Spread echoes from the E-region observed in ionograms obtained at high latitudes are generally classified as auroral sporadic-E (Esa) layers. These layers have also been detected in nighttime ionograms collected at some ionospheric stations in the South American Magnetic Anomaly (SAMA) region in Brazil during the recovery phases of geomagnetic storms. However, similar echoes have also been observed in the SAMA during geomagnetically quiet periods or daytime, which are not caused by energetic particle precipitation. Therefore, investigating the occurrence of these spread echoes over a longer period, rather than focusing solely on case studies, has become important. Thus, this study aims to analyze the occurrences of spread echoes from the E-region, referred to here for the first time as "Height-Spread Es (HSEs) layers". The analysis is based on Digisonde data obtained at the Santa Maria station (29.7° S, 53.8° W, ~22.000 nT) in Brazil over one year (2019/2020).
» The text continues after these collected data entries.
class _Where:
    """Where a formula came from, to build one-line :class:`InputError` messages."""

    def __init__(self, text, offset, file, entry, line):
        self.text = text
        self.offset = offset
        self.file = file
        self.entry = entry
        self.line = line

    def fail(self, problem, node=None, column=None):
        """Raise the :class:`InputError` for ``problem`` at ``node`` (or 1-based ``column``)."""
        if isinstance(node, ast.expr):
            column = _char_column(self.text, node.col_offset)
        head = f"rate expression {_excerpt(self.text)}"
        if column is not None:
            head = f"{head}, column {column + self.offset}"
        one_line = f"{head}: {' '.join(problem.split())}"
        raise InputError([format_problem(self.file, self.entry, one_line, self.line)])


def _char_column(text, byte_offset):
    """1-based character column of a UTF-8 ``byte_offset`` in one-line ``text``."""
    return len(text.encode("utf-8")[:byte_offset].decode("utf-8", "ignore")) + 1


def _excerpt(text, limit=60):
    """Short one-line quotation of ``text`` for messages."""
    shown = text if len(text) <= limit else text[: limit - 3] + "..."
    return repr(shown)


def _name(name, limit=30):
    """Quoted user name for messages, shortened when long."""
    return _excerpt(name, limit)


def _prepare(text, file, entry, line):
    """Check type and length of ``text``; return (one-line stripped text, where)."""
    if isinstance(text, (int, float)) and not isinstance(text, bool):
        text = repr(float(text))
    if not isinstance(text, str):
        raise InputError([format_problem(
            file, entry, f"rate expression must be a text string, got {type(text).__name__}", line)])
    if len(text) > MAX_LENGTH:
        _Where(text[:MAX_LENGTH], 0, file, entry, line).fail(
            f"expression too long ({len(text)} characters, at most {MAX_LENGTH})")
    flat = text.replace("\r", " ").replace("\n", " ")
    stripped = flat.lstrip()
    where = _Where(stripped, len(flat) - len(stripped), file, entry, line)
    if not stripped.strip():
        where.fail("expression is empty")
    for i, ch in enumerate(stripped):
        if ord(ch) > 127:
            where.fail(f"character {ch!r} (U+{ord(ch):04X}) is not allowed; write formulas in ASCII",
                       column=i + 1)
    return stripped, where


def _parse(text, file=None, entry=None, line=None):
    """Parse ``text`` into a checked-depth :class:`ast.Expression`; return (tree, where)."""
    text, where = _prepare(text, file, entry, line)
    try:
        with warnings.catch_warnings():
            warnings.simplefilter("ignore")
            tree = ast.parse(text, mode="eval")
    except SyntaxError as exc:
        offset = exc.offset if isinstance(exc.offset, int) else 0
        if 0 < offset <= len(text):
            where.fail(f"syntax error: {exc.msg}", column=offset)
        where.fail(f"syntax error at the end of the expression: {exc.msg}")
    except (ValueError, MemoryError, RecursionError, OverflowError) as exc:
        where.fail(f"cannot be parsed ({type(exc).__name__})")
    depth = _depth(tree.body)
    if depth > MAX_DEPTH:
        where.fail(f"expression too deep (nesting deeper than {MAX_DEPTH} levels)")
    return tree, where
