@njit(cache=True)
def _run(y, fst, ist, stops, seg_E0, seg_slope, seg_ne, seg_soft, model, heat, rtol, atol, opts_f, opts_i,
         t_eval, out_t, out_y, out_R, out_L, out_cond, out_ext, out_Rp, R_cum, L_cum, cum,
         Rp_cum, clipped, partner_idx, partner_ref, heavy, charge, sp):
    """The step loop; returns a status (``results`` codes). All state lives in the arrays.

    ``heat``: None (fixed gas temperature; the energy-equation code is then pruned from
    this specialisation) or the scratch of ``kinetics.heat_arrays``. ``seg_ne`` (n_seg, 3): per segment [prescribed (1/0), n_e at its start, slope] of the
    electron density; ``seg_soft`` (n_seg,) 1 where a segment starts at a node of the
    electron table inside a field ramp (no restart: the step size carries over);
    ``cum`` = [integral of S/N_D dt (ln of the expansion factor),
    integral of n_e dt, integral of P_e phi dt, integral of the heat loss phi dt]; ``Rp_cum``
    the parcel integrals of the rates; ``out_ext`` (cap, 4) and ``out_Rp`` (cap, n_r) their
    outputs (expansion factor, integral of n_e, the two energy integrals).

    The loop runs until the end time, a failure, a stale electron table (``TABLE_STALE``)
    or a full output buffer (``BUFFER_FULL``); the driver may call it again to continue.
    Starting-step estimate, df/dt and the quadrature of the rates are written out here
    rather than as separate kernels: every kernel that calls the rate-law kernel links and
    compiles it again, so their number is kept at two (evaluate, _run).
    """
    n = y.shape[0]
    n_r = R_cum.shape[0]
    table = model[3]
    cond = model[4]
    work = model[5]
    linear = model[2]
    f0 = np.empty(n)
    fdt = np.empty(n)
    ftmp = np.empty(n)
    ynew = np.empty(n)
    ystage = np.empty(n)
    fstage = np.empty(n)
    J = np.empty((n, n))
    lu = np.empty((n, n))
    piv = np.empty(n, dtype=np.int64)
    U = np.empty((6, n))
    wb = np.zeros(WB_SIZE)
    wu = work[7]
    wc = work[8]
    ww = work[9]
    h1 = np.empty(n)
    h2 = np.empty(n)
    yd = np.empty(n)
    lq = np.empty(n)
    k_el = np.empty(table[2].shape[1])
    outs = (out_t, out_y, out_R, out_L, out_cond, out_ext, out_Rp)
    sums = (R_cum, L_cum, cum, Rp_cum)
    rq = np.empty(n_r)
    gq = np.empty(2)
    scal = work[6]
    inv_sqrt3 = 1.0 / math.sqrt(3.0)
    e_idx = int(cond[COND_ELECTRON])
    expand = cond[COND_EXPANSION] != 0.0
    energy = heat is not None and cond[COND_ENERGY] != 0.0
    n_species = linear[0].shape[0]

    t = fst[_F_T]
    h = fst[_F_H]
    err_prev = fst[_F_ERR_PREV]
    h_wanted = h
    seg = ist[_I_SEG]
    n_seg = stops.shape[0] - 1
    n_eval = t_eval.shape[0]
    max_steps = opts_i[_O_MAX_STEPS]
    step_mode = opts_i[_O_MODE] == 1
    do_rates = opts_i[_O_RATES] == 1
    do_quad = do_rates or expand or energy
    jac_mode = JACOBIAN_SPLIT if sp[0][0] == 1 else JACOBIAN
    quad_mode = RHS if (expand or energy) else RATES
    pq = np.zeros(2)
    hq = np.zeros(2)
    monitor = opts_i[_O_MONITOR] == 1
    h_max = opts_f[_O_HMAX]
    h_fixed = opts_f[_O_HFIX]
    ptol = opts_f[_O_PTOL]
    qn_floor = opts_f[_O_QN_FLOOR]
    eps = 2.220446049250313e-16
    status = SUCCESS
    if seg < n_seg:
        _set_segment(cond, seg, stops, seg_E0, seg_slope, seg_ne)
    while True:
        if seg >= n_seg:
            break
        t_stop = stops[seg + 1]
        if t >= t_stop - 10.0 * eps * max(abs(t), abs(t_stop)):
            # restart: next segment of the field profile / breakpoints (a sliver shorter
            # than 10 eps |t| before the stop is skipped: no step can resolve it)
            if not step_mode:
                _outputs_through(t_stop, y, t_eval, ist, outs, sums, table, cond, k_el)
            t = max(t, t_stop)
            seg += 1
            if seg < n_seg and seg_soft[seg] == 1:
                # a node of the electron table: the step size carries over (its
                # proposal before the landing shortened it, when that was larger)
                h = max(h, h_wanted)
            else:
                ist[_I_RESTART] = 1
            if seg < n_seg:
                _set_segment(cond, seg, stops, seg_E0, seg_slope, seg_ne)
                if seg_ne[seg, 0] != 0.0 and e_idx >= 0:
                    # prescribed electron density: restart from the profile's value
                    y[e_idx] = seg_ne[seg, 1]
            continue
        if ist[_I_STEPS] >= max_steps:
            status = MAX_STEPS
            break
        E_now = field_at(cond, t)
        evaluate(E_now, y, model, f0, J, jac_mode, heat)
        ist[_I_JAC] += 1
        ist[_I_RHS] += 1
        if heat is not None:
            # columns of the extra entries (temperature, mean electron energy) by forward
            # differences (kinetics docstring; written here so that no other kernel links
            # evaluate)
            for col in range(n_species, n):
                for i in range(n):
                    yd[i] = y[i]
                dx = TEMPERATURE_STEP * max(y[col], 1.0)
                yd[col] = y[col] + dx
                dx = yd[col] - y[col]
                evaluate(E_now, yd, model, ftmp, J, RHS, heat)
                ist[_I_RHS] += 1
                for i in range(n):
                    J[i, col] = (ftmp[i] - f0[i]) / dx
        if not (_all_finite(f0) and _all_finite(J)):
            status = NON_FINITE_STATE
            ist[_I_CAUSE] = CAUSE_NON_FINITE
            for i in range(n):
                if not (abs(f0[i]) < math.inf):
                    ist[_I_WORST] = i
                    break
            break
        # df/dt = slope * df/d(E/N): one-sided second-order difference in E/N,
        # (-3 f(E) + 4 f(E + d) - f(E + 2d)) / (2 d), never at E/N < 0 (e.g. Fornberg
        # 1988, Math. Comp. 51, 699, table of one-sided weights). Its error O(d^2) keeps
        # the order of the method visible down to ~1e-13 relative; a forward difference
        # (error O(d)) left a floor 100 times higher in the field-ramp order test.
        use_fdt = cond[3] != 0.0
        if use_fdt:
            # on the side the field moves to (the side of the step; at a table node the
            # two sides differ), forward when a backward difference would cross zero
            dE = FIELD_DERIVATIVE_STEP * max(E_now, 1.0)
            if cond[3] < 0.0 and E_now > 2.0 * dE:
                dE = -dE
            for q in range(2):      # one call site (each site costs compile time)
                fq = ftmp if q == 0 else fstage
                evaluate(E_now + (q + 1.0) * dE, y, model, fq, J, RHS, heat)
            ist[_I_RHS] += 2
            fac = cond[3] / (2.0 * dE)
            for i in range(n):
                fdt[i] = (4.0 * ftmp[i] - 3.0 * f0[i] - fstage[i]) * fac
        span = t_stop - t
        if h_fixed > 0.0:
            h = h_fixed
        elif ist[_I_RESTART] == 1:
            if ist[_I_FIRST] == 1 and opts_f[_O_HFIRST] > 0.0:
                h = opts_f[_O_HFIRST]
            else:
                # starting step (Hairer, Norsett & Wanner 1993, section II.4), error order 3
                d0 = _rms_scaled(y, y, atol, rtol)
                d1 = _rms_scaled(f0, y, atol, rtol)
                if d0 < 1e-5 or d1 < 1e-5:
                    h0 = 1e-6 * span
                else:
                    h0 = 0.01 * d0 / d1
                h0 = min(h0, span)
                for i in range(n):
                    ystage[i] = y[i] + h0 * f0[i]
                evaluate(field_at(cond, t + h0), ystage, model, fstage, J, RHS, heat)
                ist[_I_RHS] += 1
                for i in range(n):
                    fstage[i] -= f0[i]
                d2 = _rms_scaled(fstage, y, atol, rtol) / h0
                big = max(d1, d2)
                if big <= 1e-15:
                    hh = max(1e-6 * span, h0 * 1e-3)
                else:
                    hh = (0.01 / big) ** (1.0 / ORDER)
                h = min(100.0 * h0, hh, span)
                # the JACOBIAN call above is still valid: J was not overwritten in RHS mode
            err_prev = 1.0
            ist[_I_AFTER_REJ] = 0
        ist[_I_RESTART] = 0
        ist[_I_FIRST] = 0
        if h > h_max:
            h = h_max
        h_min = 10.0 * eps * abs(t) + 1e-300    # t + h_min is distinguishable from t
        if h < h_min:
            status = STEP_TOO_SMALL
            break
        failed = False
        landing = False
        err = 0.0
        while True:
            landing = False
            if t + 1.01 * h >= t_stop:
                h_wanted = h
                h = t_stop - t
                landing = True
            ist[_I_STEPS] += 1
            # one RODAS4 step (rosenbrock.rodas4_step, its stages written out here so that
            # the right-hand side is linked into this kernel only)
            info = rodas4_factor(h, J, expand, wu, wc, ww, lu, piv, sp, wb)
            if info == 0:
                for s_ in range(N_STAGES):
                    if s_ == 0:
                        for i in range(n):
                            fstage[i] = f0[i]
                    else:
                        ts = rodas4_stage_state(s_, t, y, h, U, ystage)
                        evaluate(field_at(cond, ts), ystage, model, fstage, J, RHS, heat)
                    rodas4_stage_solve(s_, h, fstage, fdt, use_fdt, expand, wc, lu, piv, U, sp, wb)
                rodas4_finish(y, U, ynew)
            ist[_I_LU] += 1
            cause = 0
            worst = 0
            if info != 0:
                err = math.inf
                cause = CAUSE_SINGULAR
                worst = info - 1
            else:
                ist[_I_RHS] += 5
                err, worst = error_norm(y, ynew, U[5], atol, rtol)
                if not (err < math.inf):
                    cause = CAUSE_NON_FINITE
                elif err > 1.0:
                    cause = CAUSE_ERROR
                if cause == 0 or cause == CAUSE_ERROR:
                    most = 0.0
                    for i in range(n):
                        q = ynew[i] + atol[i]
                        if q < 0.0 and q / atol[i] < most:
                            most = q / atol[i]
                            worst = i
                            cause = CAUSE_NEGATIVE
            ist[_I_WORST] = worst
            if h_fixed > 0.0:
                if cause == CAUSE_SINGULAR or cause == CAUSE_NON_FINITE:
                    failed = True
                    status = NON_FINITE_STATE
                    ist[_I_CAUSE] = cause
                break
            if cause == 0:
                break
            ist[_I_REJ] += 1
            ist[_I_CAUSE] = cause
            if cause == CAUSE_NEGATIVE:
                ist[_I_REJ_NEG] += 1
                h = min(0.5 * h, next_step_rejected(h, max(err, 1.0)))
            else:
                h = next_step_rejected(h, err)
            ist[_I_AFTER_REJ] = 1
            if h < h_min:
                status = STEP_TOO_SMALL
                failed = True
                break
            if ist[_I_STEPS] >= max_steps:
                status = MAX_STEPS
                failed = True
                break
        if failed:
            break
        # accepted step [t, t_new]: outputs and integrated rates on the dense output
        t_new = t_stop if landing else t + h
        dense_coefficients(U, h1, h2)
        theta_a = 0.0
        k = ist[_I_OUT]
        while True:
            is_out = (not step_mode) and k < n_eval and t_eval[k] <= t_new
            th = 1.0
            if is_out:
                th = min(1.0, max(0.0, (t_eval[k] - t) / h))
            if th > theta_a:
                # two-point Gauss-Legendre rule on [theta_a, th] (Abramowitz & Stegun
                # 1964, Handbook of Mathematical Functions, 25.4.29)
                half = 0.5 * (th - theta_a)
                mid = 0.5 * (th + theta_a)
                w = half * h
                if e_idx >= 0:
                    for node_sign in range(2):
                        node = mid + (2 * node_sign - 1) * half * inv_sqrt3
                        s1 = 1.0 - node
                        cum[1] += w * (s1 * y[e_idx] + node * (
                            ynew[e_idx] + s1 * (h1[e_idx] + node * h2[e_idx])))
                if do_quad:
                    for node_sign in range(2):
                        node = mid + (2 * node_sign - 1) * half * inv_sqrt3
                        dense_eval(node, y, ynew, h1, h2, yd)
                        evaluate(field_at(cond, t + node * h), yd, model, ftmp, J, quad_mode, heat)
                        if do_rates:
                            r = work[3]
                            for j in range(n_r):
                                R_cum[j] += w * r[j]
                            linear_terms(yd, linear, lq)
                            for i in range(n):
                                L_cum[i] += w * lq[i]
                            if node_sign == 0:
                                for j in range(n_r):
                                    rq[j] = r[j]
                        gq[node_sign] = scal[0]
                        pq[node_sign] = scal[3]
                        hq[node_sign] = scal[4]
                    ist[_I_QUAD] += 2
                    _parcel_quadrature(cum, gq, pq, hq, rq, work[3], Rp_cum, w, h, theta_a,
                                       mid, half, expand, energy, do_rates)
            theta_a = th
            if not is_out:
                break
            dense_eval(th, y, ynew, h1, h2, yd)
            _store(k, t_eval[k], yd, outs, sums, table, cond, k_el)
            k += 1
        ist[_I_OUT] = k
        _accept_state(ynew, y, clipped, atol, n_species)
        h_used = h
        t = t_new
        ist[_I_ACC] += 1
        qn = charge_imbalance(y, charge, qn_floor)
        if qn > fst[_F_QN]:
            fst[_F_QN] = qn
        if h_fixed <= 0.0:
            h = next_step_accepted(h_used, err, err_prev, ist[_I_AFTER_REJ] == 1)
            err_prev = max(err, 1e-4)
            ist[_I_AFTER_REJ] = 0
        if step_mode and _store_step(t, y, ist, outs, sums, table, cond, k_el):
            status = BUFFER_FULL
            break
        if monitor and _table_stale(y, heavy, partner_idx, partner_ref, ptol):
            status = TABLE_STALE
            break
    fst[_F_T] = t
    fst[_F_H] = h
    fst[_F_ERR_PREV] = err_prev
    ist[_I_SEG] = seg
    ist[_I_STATUS] = status
    return status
The study initially presents examples of these traces on ionograms and then examines their occurrence rates over several time intervals (hours, months, seasons). Among other findings, the statistical analysis reveals that the occurrence rate of HSEs layers is 9,8% during the analyzed period. The HSEs layers appeared predominantly at night and under geomagnetically quiet conditions. Most HSEs layers lasted between 1 hour and 3 hours 30 minutes, with a peak incidence during November, December, and January. Finally, the study discusses the most likely mechanisms responsible for HSEs layer formation, considering the geomagnetic conditions and time of their detection on ionograms.